胃壁内側の粘膜に発生するがんです。胃のもっとも内側にある粘膜から発症し、徐々に外側の組織に向かって進行していきます。がんが粘膜や粘膜下層にとどまっているものが早期胃がんで、それより外側まで進んでいるものはすべて進行がんです。中高年に発症することが多く、日本人男性のがん患者数の上位を占めています。また特殊な胃がんであるスキルス胃がんは胃壁の粘膜下で広がっていき、粘膜の表面にはあまり現れません。そのため初期の段階では見つかりにくく、見つかったときにはかなり進行しているケースが少なくありません。

原因

胃がんの発生要因にはヘリコバクター・ピロリ(ピロリ菌)の感染が関係しています。ピロリ菌は乳児期に感染し、除菌しない限りは胃のなかで生きつづける悪玉菌で、胃の粘膜に炎症や潰瘍を起こします。それが細胞のがん化を促し、がんを発症させると考えられていますが、ピロリ菌に感染した人が必ずしも胃がんになるわけではありません。

喫煙や過度な飲酒の習慣、塩分の多い食品の過剰摂取、野菜や果物が不足した栄養バランスの偏った食生活、過労やストレスなどによっても胃がんを発症する危険性が高まるといわれています。

症状

初期段階ではほとんど自覚症状はありません。がんが進行していくうちに胃痛、吐き気胸やけ、胃もたれ、食欲不振などの症状が現れますが、これらの症状は胃炎や胃潰瘍などでもみられ、胃がん特有のものではありません。胃壁がただれて出血したことによる吐血やタール便(ドロドロとした形状の黒い便)、貧血などの症状が出ることもあります。さらに胃がんが進行すると、黄疸(おうだん)症状や腹水がみられるようになります。食事がつかえて食べることができなくなる、体重が減るなどの症状がある場合には進行がんの可能性もあります。

検査・診断

がんを診断するために、X線検査や内視鏡検査を行います。バリウムと発泡剤によるX線検査は日本で開発されたもので、検診に広く用いられており、早期胃がんの発見に役立ってきましたが、徐々に内視鏡検査に代わりつつあります。
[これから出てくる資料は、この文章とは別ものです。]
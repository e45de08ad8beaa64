"""The clock_rate stage against published values.

* A clock on a circular orbit of a = 26 561.75 km against a clock on the geoid runs fast by
  4.4647e-10 = 38.575 us/day (references sheet, recomputed from IERS 2010 constants; the
  factory offset of IS-GPS-200 sec. 3.3.1.1 is -4.4647e-10).  The mean J2 term of an inclined
  orbit moves it by ~3e-15 (Ashby 2003 sec. 5): tolerance 1e-14.
* Eccentricity term amplitude 22.9 ns for e = 0.01, sqrt(A) = 5153.8 sqrt(m) (references sheet,
  recomputed: F e sqrt(A) with F = -4.442807633e-10 s/sqrt(m), IS-GPS-200).
* A ground clock 1000 m above the geoid runs fast by g H / c^2 ~ 1.09e-13 (references sheet:
  1.09e-16 per metre, recomputed).
* Referred to TCG, every rate shifts by -L_G = -6.969290134e-10 (IAU 2000 Res. B1.9).
"""
from __future__ import annotations

import numpy as np
import pyarrow as pa
import pytest

from stages.base import StageContext
from stages.clock_rate import ClockRate

CATALOGUE = """format = "relcorr-clocks/1"
[clocks.CIRC]
kind = "orbiting"
semi_major_axis_m = 26561750.0
eccentricity = 0.0
inclination_deg = 55.0
raan_deg = 0.0
argument_of_perigee_deg = 0.0
mean_anomaly_deg = 0.0
elements_epoch_tt = 2020-01-01T00:00:00
[clocks.ECC]
kind = "orbiting"
semi_major_axis_m = {a_ecc!r}
eccentricity = 0.01
inclination_deg = 55.0
raan_deg = 0.0
argument_of_perigee_deg = 0.0
mean_anomaly_deg = 0.0
elements_epoch_tt = 2020-01-01T00:00:00
[clocks.GEOID]
kind = "ground"
station = "EQ"
height_above_geoid_m = 0.0
[clocks.HIGH]
kind = "ground"
station = "EQ"
height_above_geoid_m = 1000.0
"""
STATIONS = """format = "relcorr-stations/1"
[stations.EQ]
position_m = [6378137.0, 0.0, 0.0]
reference_epoch = 2020-01-01
"""


@pytest.fixture
def ctx(tmp_path):
    (tmp_path / "clocks.toml").write_text(CATALOGUE.format(a_ecc=5153.8**2))
    (tmp_path / "stations.toml").write_text(STATIONS)
    return StageContext("clock", {}, base_dir=str(tmp_path))


def _table(remote, reference, observable, sod, tau=300.0):
    n = len(sod)
    return pa.table({"remote_clock": [remote] * n, "reference_clock": [reference] * n, "observable": [observable] * n,
                     "value": np.zeros(n), "tt_mjd": pa.array([58849] * n, pa.int32()),  # 2020-01-01
                     "tt_sod_s": np.asarray(sod, float), "averaging_s": np.full(n, tau)})


PARAMS = {**ClockRate.defaults(), "reference_epoch_tt": "2020-01-01T00:00:00"}


def test_circular_orbit_against_the_geoid(ctx):
    sod = np.linspace(0, 86400, 97)
    res = ClockRate().apply(_table("CIRC", "GEOID", "fractional_frequency", sod), PARAMS, ctx)
    y = np.asarray(res.columns["relativistic_prediction"])
    assert np.abs(y - 4.4647e-10).max() < 1e-14
    assert np.asarray(res.columns["reference_rate_total"]) == pytest.approx(0.0, abs=1e-20)
    res = ClockRate().apply(_table("CIRC", "GEOID", "time_offset", [86400.0]), PARAMS, ctx)
    assert res.columns["relativistic_prediction"][0] == pytest.approx(38.575e-6, rel=3e-5, abs=0)  # us/day
    grav = 45.79e-6 / 86400.0
    assert np.asarray(res.columns["remote_rate_gravitational"])[0] == pytest.approx(grav, rel=3e-4, abs=0)
    assert np.asarray(res.columns["remote_rate_velocity"])[0] == pytest.approx(-7.21e-6 / 86400.0, rel=1e-3, abs=0)


def test_eccentricity_term_amplitude(ctx):
    period = 2 * np.pi * np.sqrt((5153.8**2) ** 3 / 3.986004415e14)
    sod = np.linspace(0, period, 2001)
    res = ClockRate().apply(_table("ECC", "GEOID", "time_offset", sod), PARAMS, ctx)
    ecc = np.asarray(res.columns["eccentricity_term_s"])
    assert ecc.max() == pytest.approx(22.9e-9, abs=0.05e-9) and ecc.min() == pytest.approx(-22.9e-9, abs=0.05e-9)
    # the periodic part of the accumulated time is that term, counted from the reference epoch
    periodic = np.asarray(res.columns["remote_offset_periodic_s"])
    assert np.abs(periodic - (ecc - ecc[0])).max() < 1e-15


def test_ground_clock_height_and_tcg(ctx):
    res = ClockRate().apply(_table("HIGH", "GEOID", "fractional_frequency", [0.0]), PARAMS, ctx)
    assert res.columns["relativistic_prediction"][0] == pytest.approx(1000 * 1.09e-16, rel=3e-3, abs=0)
    tt = ClockRate().apply(_table("CIRC", "HIGH", "fractional_frequency", [500.0]), PARAMS, ctx).columns
    tcg = ClockRate().apply(_table("CIRC", "HIGH", "fractional_frequency", [500.0]),
                            {**PARAMS, "coordinate_time": "TCG"}, ctx).columns
    L_G = 6.969290134e-10
    assert tcg["remote_rate_total"][0] - tt["remote_rate_total"][0] == pytest.approx(-L_G, rel=1e-12, abs=0)
    assert tcg["reference_rate_total"][0] - tt["reference_rate_total"][0] == pytest.approx(-L_G, rel=1e-12, abs=0)
    # the difference between the two clocks does not depend on the coordinate time
    assert tcg["relativistic_prediction"][0] == pytest.approx(tt["relativistic_prediction"][0], rel=1e-9, abs=0)


def test_unknown_clock_is_quarantined(ctx):
    res = ClockRate().apply(_table("NOPE", "GEOID", "time_offset", [0.0]), PARAMS, ctx)
    assert list(res.quarantine["clock_unknown"]) == [True]


def _write_states(path, a, e, t0_tt_mjd=58849, span_s=2 * 86400.0, step_s=300.0):
    """A geocentric state table of a Kepler orbit (the test's own orbit model; state epochs TDB)."""
    from stages.physics import clock_rates as cr
    from stages.physics import time_scales as tsp

    t = np.arange(-step_s * 4, span_s + step_s * 5, step_s)
    pos, vel, _ = cr.kepler_state(a, e, np.radians(55.0), 0.0, 0.0, 0.0, 0.0, t)
    mjd = np.full(t.size, t0_tt_mjd, dtype=np.int64) + np.floor(t / 86400.0).astype(np.int64)
    sod = t - np.floor(t / 86400.0) * 86400.0
    # label the states in TDB: the stage converts back with the same series
    tdb_m, tdb_s = tsp.add_seconds(mjd, sod, tsp.tdb_minus_tt_s(mjd, sod))
    pa_tab = pa.table({"target": ["WREN"] * t.size, "tdb_mjd": pa.array(tdb_m, pa.int32()), "tdb_sod_s": tdb_s,
                       "x_m": pos[:, 0], "y_m": pos[:, 1], "z_m": pos[:, 2],
                       "vx_m_per_s": vel[:, 0], "vy_m_per_s": vel[:, 1], "vz_m_per_s": vel[:, 2],
                       "centre": ["earth"] * t.size})
    import pyarrow.parquet as pq

    pq.write_table(pa_tab, path)


def test_state_table_orbit_against_independent_integration(tmp_path):
    """Accumulated proper time along a tabulated orbit vs the test's own integration of the same rate,
    dtau/dTT - 1 = L_G - [v^2/2 + U_E(monopole + J2)]/c^2 (IERS TN36 sec. 10.2), by the trapezoid rule on
    a 1 s grid (error ~ h^2/12 * max|rate''| * T < 1e-16 s)."""
    from stages.physics import clock_rates as cr

    a, e = 5153.8**2, 0.01
    _write_states(tmp_path / "wren.parquet", a, e)
    (tmp_path / "clocks.toml").write_text(CATALOGUE.format(a_ecc=a) + '[clocks.WREN-CS]\nkind = "orbiting"\n'
                                          'states = "wren.parquet"\nstates_target = "WREN"\n')
    (tmp_path / "stations.toml").write_text(STATIONS)
    ctx = StageContext("clock", {}, base_dir=str(tmp_path))
    sod = np.array([0.0, 3000.0, 40000.0, 86400.0, 150000.0])
    res = ClockRate().apply(_table("WREN-CS", "GEOID", "time_offset", sod), PARAMS, ctx)
    got = np.asarray(res.columns["relativistic_prediction"])
    fine = np.arange(0.0, 150001.0, 1.0)
    pos, vel, _ = cr.kepler_state(a, e, np.radians(55.0), 0.0, 0.0, 0.0, 0.0, fine)
    rate = cr.clock_rate_terms(pos, vel)["total"]
    cum = np.concatenate([[0.0], np.cumsum((rate[1:] + rate[:-1]) / 2.0)])
    expected = cum[sod.astype(int)]
    assert np.abs(got - expected).max() < 1e-12, np.abs(got - expected).max()
    # the periodic part is the eccentricity term, to the J2 periodic part (tens of ps at this radius)
    periodic = np.asarray(res.columns["remote_offset_periodic_s"])
    ecc = np.asarray(res.columns["eccentricity_term_s"])
    assert np.abs(periodic - (ecc - ecc[0])).max() < 1e-10
    with_tides = ClockRate().apply(_table("WREN-CS", "GEOID", "time_offset", sod), {**PARAMS, "tidal": True}, ctx)
    assert np.isfinite(np.asarray(with_tides.columns["remote_rate_tidal"])).all()
    # outside the table: quarantined, never extrapolated
    res = ClockRate().apply(_table("WREN-CS", "GEOID", "time_offset", [200000.0]), PARAMS, ctx)
    assert list(res.quarantine["orbit_outside_coverage"]) == [True]


def test_two_way_frequency_records_follow_the_published_closed_form(ctx):
    """two_way_fractional_frequency records: prediction vs Vessot et al. 1980 eq. 1 (from memory, with
    r_SE = x_E - x_S; see tests/test_frequency_links.py) evaluated here with the station's GCRS state
    and its acceleration from a central difference of the velocity.  Rates against TT for both clocks,
    potentials monopole + J2 as in clock_rate_terms, ground clock on the geoid (its rate is then 0)."""
    from stages.physics import clock_rates as cr
    from stages.physics.earth_rotation import itrs_to_gcrs
    from stages.physics.frequency_links import vessot_shift

    sod = np.array([1000.0, 20000.0, 50000.0])
    table = _table("CIRC", "GEOID", "two_way_fractional_frequency", sod, tau=10.0)
    y = np.asarray(ClockRate().apply(table, PARAMS, ctx).columns["relativistic_prediction"])
    flipped = ClockRate().apply(_table("GEOID", "CIRC", "two_way_fractional_frequency", sod, tau=10.0), PARAMS, ctx)
    assert np.allclose(np.asarray(flipped.columns["relativistic_prediction"]), -y, rtol=0, atol=1e-20)

    def station(t_tt):
        utc = t_tt - 69.184   # TT - UTC in 2020 (TAI - UTC = 37 s, IERS Bulletin C)
        x = np.tile([6378137.0, 0.0, 0.0], (t_tt.size, 1))
        st = itrs_to_gcrs(x, np.full(t_tt.size, 58849), utc, np.full(t_tt.size, 58849), t_tt)
        return st.pos_m, st.vel_m_per_s

    xe, ve = station(sod)
    ae = (station(sod + 0.5)[1] - station(sod - 0.5)[1]) / 1.0
    xs, vs, _ = cr.kepler_state(26561750.0, 0.0, np.radians(55.0), 0.0, 0.0, 0.0, 0.0, sod)
    c2 = 299792458.0**2
    # phi = -U with U the potential the clocks' rates use (monopole + J2) ...
    phi_s = -cr.earth_potential_m2_per_s2(xs)
    # ... and the ground clock on the geoid: rate 0 = L_G - (v_E^2/2 + U_E)/c^2, so phi_E = v_E^2/2 - L_G c^2
    phi_e = 0.5 * np.einsum("ij,ij->i", ve, ve) - 6.969290134e-10 * c2
    expected = vessot_shift(xs, vs, phi_s, xe, ve, phi_e, ae)
    assert np.abs(y - expected).max() < 2e-14, np.abs(y - expected).max()


def test_tidal_term_size(ctx):
    """The Sun's and Moon's tidal term at GNSS radius: at most 8.5e-16 (Moon) + 3.3e-16 (Sun) in rate
    (recomputed in stages/physics/clock_rates.py from DE421 GM values; IERS TN36 ch. 10)."""
    sod = np.linspace(0, 86400, 49)
    res = ClockRate().apply(_table("CIRC", "GEOID", "time_offset", sod), {**PARAMS, "tidal": True}, ctx).columns
    tidal = np.asarray(res["remote_rate_tidal"])
    assert np.isfinite(tidal).all() and 1e-17 < np.abs(tidal).max() < 8.5e-16 + 3.3e-16
    off = ClockRate().apply(_table("CIRC", "GEOID", "time_offset", sod), PARAMS, ctx).columns
    assert np.isnan(np.asarray(off["remote_rate_tidal"])).all()


def test_accumulated_time_per_term_adds_up_and_matches_the_published_split(ctx, tmp_path):
    """Per-term accumulated times: for the circular orbit at 26 561.75 km, +45.79 us/day gravitational
    and -7.21 us/day velocity (references sheet, recomputed from IERS 2010 constants); the terms add up
    to the total (secular + periodic) for element and state-table orbits alike."""
    res = ClockRate().apply(_table("CIRC", "GEOID", "time_offset", [86400.0]), PARAMS, ctx).columns
    grav = np.asarray(res["remote_offset_gravitational_s"])[0]
    vel = np.asarray(res["remote_offset_velocity_s"])[0]
    assert grav == pytest.approx(45.79e-6, rel=3e-4, abs=0) and vel == pytest.approx(-7.21e-6, rel=1e-3, abs=0)
    a = 5153.8**2
    _write_states(tmp_path / "wren.parquet", a, 0.01)
    (tmp_path / "clocks.toml").write_text(CATALOGUE.format(a_ecc=a) + '[clocks.WREN-CS]\nkind = "orbiting"\n'
                                          'states = "wren.parquet"\nstates_target = "WREN"\n')
    (tmp_path / "stations.toml").write_text(STATIONS)
    ctx2 = StageContext("clock", {}, base_dir=str(tmp_path))
    for clock, tol in (("ECC", 1e-15), ("WREN-CS", 1e-13)):
        c = ClockRate().apply(_table(clock, "GEOID", "time_offset", [3000.0, 60000.0, 140000.0]), PARAMS, ctx2).columns
        parts = sum(np.asarray(c[k]) for k in ("remote_offset_gravitational_s", "remote_offset_j2_s", "remote_offset_velocity_s"))
        total = np.asarray(c["remote_offset_secular_s"]) + np.asarray(c["remote_offset_periodic_s"])
        # element orbits keep only the orbit-mean J2 in both; state tables integrate everything
        assert np.abs(parts - total).max() < tol, (clock, np.abs(parts - total).max())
内視鏡検査で胃の内部を観察し、がんが疑われる箇所が見つかった場合には、その一部を採取し、顕微鏡などでくわしく調べる病理検査を行って胃がんかどうかを確定します。

胃がんであることが確定したら治療の方針を決めるために、がんの深さや広がり具合、他臓器への転移などを腹部超音波検査、CT検査、MRI検査、PET検査などで調べます。

治療

胃がんの治療法には、内視鏡治療(内視鏡的切除術)、手術療法、化学療法などがあります。がんの進行の程度や患者さんのからだの状態、年齢などを含めて検討します。

がんが粘膜層にとどまっていて転移の可能性の低い早期胃がんの場合、内視鏡でがんを切り取ることができます。開腹手術に比べ、からだへの負担も少ないとされています。進行胃がんの場合は、がんに侵された部分と周囲のリンパ節を手術によって切除します。がんの進行度合いによっては、腹腔鏡による手術、もしくは開腹により胃を全部摘出する手術や、より大きな範囲でリンパ節を取り除き、周囲の臓器に転移していればそれらの臓器も切り取ることが検討されます。さらに、抗がん剤を用いた化学療法などをあわせて行います。近年の胃がん治療は、手術療法と化学療法を併用して行うのが一般的となっています。

セルフケア

予防

食生活を改善することが胃がん予防に役立ちます。塩分の過剰摂取や食べすぎ、熱い食べ物や飲み物を好んでとることはやめましょう。肉や魚などの動物性たんぱく質のこげも胃に負担を与えます。牛乳や乳製品、生野菜、果物の摂取は胃がん予防に有効です。加えて緑黄色野菜や緑茶、ビタミンCもがんの発生を抑えるといわれています。

また、早期発見のためには定期的に胃内視鏡検査を受け、胃の状態をチェックすることも大切です。ピロリ菌感染が発生原因となることが多いので、感染の有無を調べるための検査を受けておきましょう。ピロリ菌を除菌することで胃がんを予防できます。